CASTEP on Sulis
These notes are a work in progress and do not represent a final position on how to get best performance from CASTEP on Sulis. We anticipate that most use of CASTEP on Sulis will be via workflows that involve many calculations using a single node (or less). We have not studied multi-node performance in any detail.
Compilation
An out-of-the-box compilation of CASTEP 20.11 against the foss/2020b toolchain will pass all build tests. This has produced the best performance in our testing (see below).
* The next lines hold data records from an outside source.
"""The picture of a measured double-pulse capture (optional plot extra, matplotlib).

Layout: one row per quantity (v_ds with the bus level, i_d, and the gate voltages when the capture has them),
one column for the whole capture and one column per edge found, zoomed on that edge: the edges last ns, the
capture µs, so a single time axis would show each edge as a vertical stroke. Rows share their value axis, so
the edges compare at a glance. Every column shows the edge instants (the gate's); an edge's column shades its
energy window (the same crossings E_on/E_off are integrated between, ``measurements.edge_instants``) and marks
its peak with the value (v_ds at turn-off, i_d at turn-on). Model traces are drawn dashed over v_ds and i_d.

A peak-detect capture is drawn as its envelope (the band between the lower and upper values). Long captures
are decimated for drawing: each run of samples keeps its lowest and highest value (``decimate``), so a spike
one sample wide is still drawn at its true height, and no line holds more than ``MAX_LINE_POINTS`` points.
Text from files (labels, title) is drawn as written, never read as mathtext. Nothing else imports this module,
so reading and measuring a capture never load matplotlib.
"""

from __future__ import annotations

from dataclasses import dataclass
from typing import Sequence

import numpy as np

from margincheck.captures.edges import NotMeasurable, check_waveforms, segment
from margincheck.captures.measurements import (
    DoublePulseFigures,
    EdgeInstants,
    TurnOffFigures,
    TurnOnFigures,
    edge_instants,
)
from margincheck.captures.reading import Capture
from margincheck.captures.ringing import RingFigures
from margincheck.plot import CHART_SUFFIXES, PlotUnavailable, pyplot_module
from margincheck.safe_text import printable
from margincheck.units import format_value, with_prefix

__all__ = ["COLUMNS", "MAX_LINE_POINTS", "ModelTrace", "decimate", "decimate_envelope", "render_capture_picture"]

#: Runs of samples a drawn line is reduced to (about four times the pixel columns of a panel at 150 dpi).
COLUMNS = 4000
#: The most points a drawn line holds: the lowest and highest sample of each run.
MAX_LINE_POINTS = 2 * COLUMNS + 2

_EDGE_NAMES = ("first turn-off", "second turn-on", "second turn-off")
_ROWS = (("v_ds", "v_ds [V]"), ("i_d", "i_d [A]"), ("gate", "v_gs [V]"))
_GATES = (("v_gs", "v_gs", "-", "#6c3483"), ("v_gs_idle", "v_gs, idle device", (0, (4, 2, 1, 2)), "#b9770e"))
_MEASURED_COLOUR = {"v_ds": "#1f4e79", "i_d": "#a3262a"}
_OVERLAY_STYLES = ("--", (0, (6, 2, 1, 2)), ":", (0, (2, 2)))
_OVERLAY_COLOURS = ("#111111", "#2f6f4f", "#7d3c98", "#9a6a00")
_BUS_COLOUR = "#7f8c8d"
_EDGE_COLOUR = "#34495e"
_WINDOW_COLOUR = "#f0b27a"
_RING_PERIODS = 5         # a zoomed edge shows this many periods of a measured ring after the peak
_LEAST_ZOOM = 0.05        # ... and spans at least this fraction of the edge's segment
_ZOOM_MARGIN = 0.5        # ... with this fraction of the edge's length on either side


@dataclass(frozen=True, eq=False)
class ModelTrace:
    """A model's waveforms to draw over the capture: ``time`` [s] on the capture's time base, ``v_ds`` [V]
    and ``i_d`` [A] on ``time`` (either may be None)."""

    label: str
    time: np.ndarray
    v_ds: np.ndarray | None = None
    i_d: np.ndarray | None = None

    def __post_init__(self) -> None:
        check_waveforms(self.time, v_ds=self.v_ds, i_d=self.i_d)


@dataclass(frozen=True)
class _Edge:
    """One edge found in the capture: its name, gate instant [s], figures and where they were taken (None when
    the edge could not be measured, with ``why``) and the span its zoomed column shows [s]."""

    name: str
    instant: float
    figures: TurnOffFigures | TurnOnFigures | None
    marks: EdgeInstants | None
    why: str
    span: tuple[float, float]


def decimate(time: np.ndarray, values: np.ndarray, columns: int = COLUMNS) -> tuple[np.ndarray, np.ndarray]:
    """The samples of a line that draw the same at ``columns`` pixel columns: the lowest and the highest
    sample of each run of ``ceil(n / columns)`` samples, in time order (at most ``2·columns + 2`` points).
    Traces of ``2·columns`` samples or fewer are returned as they are."""
    count = len(values)
    if count <= 2 * columns:
        return time, values
    per = -(-count // columns)
    full = count // per
    body = values[:full * per].reshape(full, per)
    picks = np.sort(np.stack([body.argmin(axis=1), body.argmax(axis=1)], axis=1), axis=1)
    picks = (picks + per * np.arange(full)[:, None]).ravel()
    tail = values[full * per:]
    if tail.size:
        picks = np.concatenate([picks, full * per + np.sort([tail.argmin(), tail.argmax()])])
    return time[picks], values[picks]


def decimate_envelope(time: np.ndarray, upper: np.ndarray, lower: np.ndarray, columns: int = COLUMNS
                      ) -> tuple[np.ndarray, np.ndarray, np.ndarray]:
    """An envelope reduced to ``columns`` runs of samples: each run's first time, the highest of its upper
    values and the lowest of its lower values (a band drawn stepwise from each time to the next)."""
    if len(upper) <= 2 * columns:
        return time, upper, lower
    starts = np.arange(0, len(upper), -(-len(upper) // columns))
    return time[starts], np.maximum.reduceat(upper, starts), np.minimum.reduceat(lower, starts)


def _inside(time: np.ndarray, span: tuple[float, float]) -> slice:
    """The samples of ``span``, with one more on either side so that lines reach the panel's edges."""
    first = max(int(np.searchsorted(time, span[0])) - 1, 0)
    return slice(first, int(np.searchsorted(time, span[1], side="right")) + 1)


def _zoom_span(time: np.ndarray, figures: DoublePulseFigures, instant: float, measured, marks) -> tuple[float, float]:
    """The time a zoomed column shows [s]: the gate instant, the energy window, the peak and a few periods of
    the ring after it, with a margin; at least ``_LEAST_ZOOM`` of the edge's segment and never beyond it."""
    part = segment(time, figures.edges, instant)
    start, end = float(time[part.start]), float(time[part.stop - 1])
    points = [instant]
    if marks is not None:
        points += [value for value in (marks.window_start, marks.window_end, marks.peak) if np.isfinite(value)]
        ring = getattr(measured, "ring", None)
        if isinstance(ring, RingFigures):
            points.append(marks.peak + _RING_PERIODS / ring.frequency)
    first, last = min(points), max(points)
    margin = max(_ZOOM_MARGIN * (last - first), 0.5 * _LEAST_ZOOM * (end - start))
    return max(start, first - margin), min(end, last + margin)


def _edges(capture: Capture, figures: DoublePulseFigures, bus_voltage: float) -> tuple[list[_Edge], list[str]]:
    """The edges found (in time order), and a line for each edge not found."""
    edges = figures.edges
    found, missing = [], []
    instants = (edges.first_turn_off, edges.second_turn_on, edges.second_turn_off)
    measured_edges = (figures.first_turn_off, figures.turn_on, figures.turn_off)
    for name, instant, measured in zip(_EDGE_NAMES, instants, measured_edges):
        if isinstance(instant, NotMeasurable):
            missing.append(f"{name}: not found ({instant.reason})")
            continue
        why, marks = "", None
        if isinstance(measured, NotMeasurable):
            measured, why = None, measured.reason
        else:
            marks = edge_instants(capture.time, capture.channels["v_ds"], capture.channels["i_d"], edges, measured,
                                  bus_voltage)
        span = _zoom_span(capture.time, figures, instant, measured, marks)
        found.append(_Edge(name, instant, measured, marks, why, span))
    return found, missing


def _draw_channel(axes, capture: Capture, signal: str, part: slice, colour: str, style, label: str) -> None:
    time = capture.time[part]
    upper = capture.channels[signal][part]
    if capture.peak_detect:
        time, upper, lower = decimate_envelope(time, upper, capture.lower[signal][part])
        axes.fill_between(time, lower, upper, step="post", color=colour, alpha=0.45, linewidth=0.6,
                          label=f"{label} (peak-detect envelope)")
    else:
        axes.plot(*decimate(time, upper), linestyle=style, color=colour, linewidth=0.8, label=label)


def _draw_overlays(axes, overlay: Sequence[ModelTrace], signal: str, span: tuple[float, float]) -> None:
    for number, trace in enumerate(overlay):
        values = getattr(trace, signal)
        if values is None:
            continue
        part = _inside(trace.time, span)
        axes.plot(*decimate(trace.time[part], values[part]), linestyle=_OVERLAY_STYLES[number % len(_OVERLAY_STYLES)],
                  color=_OVERLAY_COLOURS[number % len(_OVERLAY_COLOURS)], linewidth=1.0,
                  label=f"model: {printable(trace.label)}")


def _time_axis(axes_column, span: tuple[float, float]) -> None:
    """Time ticks in the prefix that suits the column's span (ns for an edge, us for the capture)."""
    from matplotlib.ticker import FuncFormatter

    length = span[1] - span[0]
    shown, unit = with_prefix(length, "time")
    scale = length / shown
    axes_column[-1].xaxis.set_major_formatter(FuncFormatter(lambda t, _: f"{t / scale:.6g}"))
    axes_column[-1].set_xlabel(f"t [{unit}]", fontsize=8)
    axes_column[0].set_xlim(*span)


def _draw_column(axes_column, rows: Sequence[str], capture: Capture, span: tuple[float, float], edges: list[_Edge],
                 overlay: Sequence[ModelTrace], bus_voltage: float) -> None:
    """The traces of ``span`` in each row, the bus level and the edge instants."""
    part = _inside(capture.time, span)
    for axes, row in zip(axes_column, rows):
        if row == "gate":
            for signal, label, style, colour in _GATES:
                if signal in capture.channels:
                    _draw_channel(axes, capture, signal, part, colour, style, label)
        else:
            _draw_channel(axes, capture, row, part, _MEASURED_COLOUR[row], "-", f"{row}, measured")
            _draw_overlays(axes, overlay, row, span)
        if row == "v_ds":
            axes.axhline(bus_voltage, linestyle="--", linewidth=0.8, color=_BUS_COLOUR,
                         label=f"bus {format_value(bus_voltage, 'voltage')}")
        for edge in edges:
            if span[0] <= edge.instant <= span[1]:
                axes.axvline(edge.instant, linestyle=(0, (1, 2)), linewidth=0.8, color=_EDGE_COLOUR,
                             label="edge instant (gate)")
        axes.margins(y=0.1)      # room above the peaks for their labels
        axes.grid(True, linewidth=0.3, color="#d5d8dc")
        axes.tick_params(labelsize=7)
    _time_axis(axes_column, span)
To build CASTEP from source:
[user@login01(sulis) ~]$ cd CASTEP-20.11
[user@login01(sulis) ~]$ module load foss/2020b
[user@login01(sulis) ~]$ export BUILD=fast
[user@login01(sulis) ~]$ export COMMS_ARCH=mpi
[user@login01(sulis) ~]$ export FFT=fftw3
[user@login01(sulis) ~]$ export FFTLIBDIR=$EBROOTFFTW
[user@login01(sulis) ~]$ export MATHLIBS=openblas
[user@login01(sulis) ~]$ export MATHLIBDIR=$EBROOTOPENBLAS
[user@login01(sulis) ~]$ make -e
Job scripts which use CASTEP built in this way should load the foss/2020b module before invoking the castep.mpi
executable.
Running
CASTEP benefits from pinning of MPI tasks to CPU cores by rank. We recommend launching CASTEP as per the following example job script.
castep.slurm
#!/bin/bash
#SBATCH --nodes=1
#SBATCH --ntasks-per-node=128
#SBATCH --mem-per-cpu=3850
#SBATCH --time=08:00:00
#SBATCH --account=suxxx-somebudget
module purge
module load foss/2020b
srun --cpu-bind=rank castep.mpi <seedname>
Where <seedname>
is the usual argument to CASTEP.
Performance
Performance testing has been limited to the Al3x3 (medium) benchmark test. Results when compiled with various compiler/library combinations are below. All tests use FFTW 3.3.8 for Fourier transforms.
toolchain | compiler | MPI implementation | MATHLIBS | time (s) |
---|---|---|---|---|
foss/2020b | GCC/10.2.0 | OpenMPI/4.0.5 | OpenBLAS/0.3.12 | 305.8(1) |
gomkl/2019b | GCC/8.3.0 | OpenMPI/3.1.3 | imkl/2019.5.281 1 | 310(2) |
intel/2019b | iccifort/2019.5.281 2 | impi/2019.7.217 | imkl/2019.5.281 1 | 324.5(5) |
iomkl/2019b | iccifort/2019.5.281 2 | OpenMPI/3.1.4 | imkl/2019.5.281 1 | 334.5(4) |
- Uses environment variables
export MKL_DEBUG_CPU_TYPE=5 ; export MKL_CBWR=COMPATIBLE
such that MKL uses appropriate instruction sets for AMD EPYC. ↩ - Makefile edited to force
OPT_CPU = -march=core-avx2
for use of appropriate instruction set. ↩
Time reported is the “Calculation time” output by the CASTEP internal timer.
Note that Sulis uses turboboost such that performance of the AMD EPYC processors is increased beyond the default clock speed if there is sufficient power and thermal headroom. Performance can vary between nodes and times. All the above measurements were taken on the same node within a few minutes of each other.
At the time of writing, performance when using AOCL for BLAS/LAPACK was significantly worse than anything in the above table.